时间限制:1000MS  内存限制:65535K
提交次数:0 通过次数:0

题型: 编程题   语言: 不限定

Description

Given two string A and B and three kinds of operations as following:
(1)Push_back c            add a character c at the back of string B
(2)Push_front c           add a character c in front of string B
(3)Query                  calculate and output how many times B appears in A
could you calculate and output the right answer for each query?

输入格式

The first line contains the string A ,the second line contains the string B ,the third line contains an integer M (1 <= M <= 2000), expressing the number of operation, Each of the following M lines contains one of the above-mentioned three operations.
total length of the string does not exceed 5000,all character in the input are the lower case Latin alphabet

输出格式

For each query, output a line containing the answer.

输入样例

abcabc
a
5
Query
Push_back b
Query
Push_front a
Query

aaaaa
a
5
Query
Push_back a
Query
Push_front a
Query

输出样例

2
2
0

5
4
3

来源

星尘

作者

admin

一定要注意到的是，

total length of the string does not exceed 5000,

就是所有样例的字符全加起来不会超过5000，其实我觉得这样给数据范围很坑爹。

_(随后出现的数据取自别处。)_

/// Runs the binary with a time limit; the oracle of a whole run.
fn run_binary(args: &[String], limit: Duration) {
    // In a scratch directory: a mutated `-o` may name any relative path.
    let dir = scratch("cwd");
    std::fs::create_dir_all(&dir).unwrap();
    let mut child = std::process::Command::new(env!("CARGO_BIN_EXE_bandwarden"))
        .current_dir(&dir)
        .args(args)
        .stdin(Stdio::null())
        .stdout(Stdio::null())
        .stderr(Stdio::piped())
        .spawn()
        .unwrap();
    let start = Instant::now();
    let status = loop {
        if let Some(s) = child.try_wait().unwrap() {
            break s;
        }
        if start.elapsed() > limit {
            let _ = child.kill();
            let _ = child.wait();
            panic!("hang: {args:?} ran longer than {limit:?}");
        }
        std::thread::sleep(Duration::from_millis(5));
    };
    let mut err = String::new();
    std::io::Read::read_to_string(&mut child.stderr.take().unwrap(), &mut err).unwrap();
    assert!(!err.contains("panicked"), "panic: {args:?}\n{err}");
    match status.code() {
        Some(0) => {}
        Some(1) => assert!(err.lines().any(|l| l.starts_with("bandwarden:")), "{args:?}\n{err}"),
        Some(2) => assert!(err.starts_with("error:"), "{args:?}\n{err}"),
        other => panic!("exit {other:?}: {args:?}\n{err}"),
    }
    assert_readable(&format!("{args:?}"), err.lines().last().unwrap_or(""));
}

#[test]
fn command_lines_through_the_binary() {
    let files = Files::new();
    // Every seed and regression as written, then mutations that validate to a bounded run.
    for (name, data) in corpus("args") {
        let args: Vec<String> =
            String::from_utf8_lossy(&data).lines().map(|l| files.fill(l)).collect();
        if name.starts_with("regress-") || parse_and_validate(&args) {
            run_binary(&args, Duration::from_secs(60));
        }
    }
    let seeds = corpus("args");
    let mut rng = Rng::new(seed("args-binary"));
    // Most mutated lines are refused before they run: try many, run a few.
    let mut budget = Budget::new(5000);
    let mut runs = 0;
    while budget.more() && (budget.deadline.is_some() || runs < 80) {
        let base = &seeds[rng.below(seeds.len())].1;
        let args = command_line(&mut rng, base, &files);
        if parse_and_validate(&args) {
            run_binary(&args, Duration::from_secs(60));
            runs += 1;
        }
    }
    eprintln!("{runs} mutated command lines run in {} tries", budget.done - 1);
    assert!(runs > 0, "no mutated command line got past validation");
}

#[test]
fn vita49_datagrams() {
    // Any datagram is a packet or a reason, never a panic; a packet's payload lies within it.
    fuzz("vita49", 5000, |b| {
        let whole = &b[..b.len() / 4 * 4];
        for bytes in [b, whole] {
            if let Ok(bandwarden::source::vita49::packet::Packet::Data { payload, .. }) =
                bandwarden::source::vita49::packet::parse(bytes)
            {
                assert!(payload.len() <= bytes.len());
            }
        }
    });
}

不如一个样例一个样例给我。

一直不敢做，其实就是暴力。

对于每种push，暴力进行。

每种查询，kmp一次。

#include <cstdio>
#include <cstdlib>
#include <cstring>
#include <cmath>
#include <algorithm>
#define IOS ios::sync_with_stdio(false)
using namespace std;
#define inf (0x3f3f3f3f)
typedef long long int LL;

#include <iostream>
#include <sstream>
#include <vector>
#include <set>
#include <map>
#include <queue>
#include <string>
const int maxn = 10000 + 20;
char str[maxn];
char sub[2][maxn];
int lensub;
int lenstr;
int now;
int tonext[maxn];
void get_next(int now) {
    int i = 1, j = 0;
    tonext[1] = 0;
    while (i <= lensub) {
        if (j == 0 || sub[now][i] == sub[now][j]) {
            tonext[++i] = ++j;
        } else j = tonext[j];
    }
}
int kmp(int now) {
    get_next(now);
    int i = 1, j = 1;
    int ans = 0;
    while (i <= lenstr) {
        if (j == 0 || str[i] == sub[now][j]) {
            ++i;
            ++j;
        } else j = tonext[j];
        if (j == lensub + 1) {
            ans++;
            j = tonext[j];
        }
    }
    return ans;
}
void work() {
    lenstr = strlen(str + 1);
    lensub = strlen(sub[now] + 1);
    int q;
    scanf("%d", &q);
    char t[22];
    for (int i = 1; i <= q; ++i) {
        scanf("%s", t + 1);
        if (t[1] == ‘Q‘) {
            printf("%d\n", kmp(now));
        } else {
            char tt[23];
            scanf("%s", tt);
            if (strcmp("Push_back", t + 1) == 0) {
                sub[now][++lensub] = tt[0];
            } else {
                for (int i = 1; i <= lensub; ++i) {
                    sub[!now][i + 1] = sub[now][i];
                }
                sub[!now][1] = tt[0];
                now = !now;
                lensub += 1;
            }
        }
    }
}
int main() {
#ifdef local
    freopen("data.txt","r",stdin);
#endif
    while (scanf("%s%s", str + 1, sub[now] + 1) != EOF) work();
    return 0;
}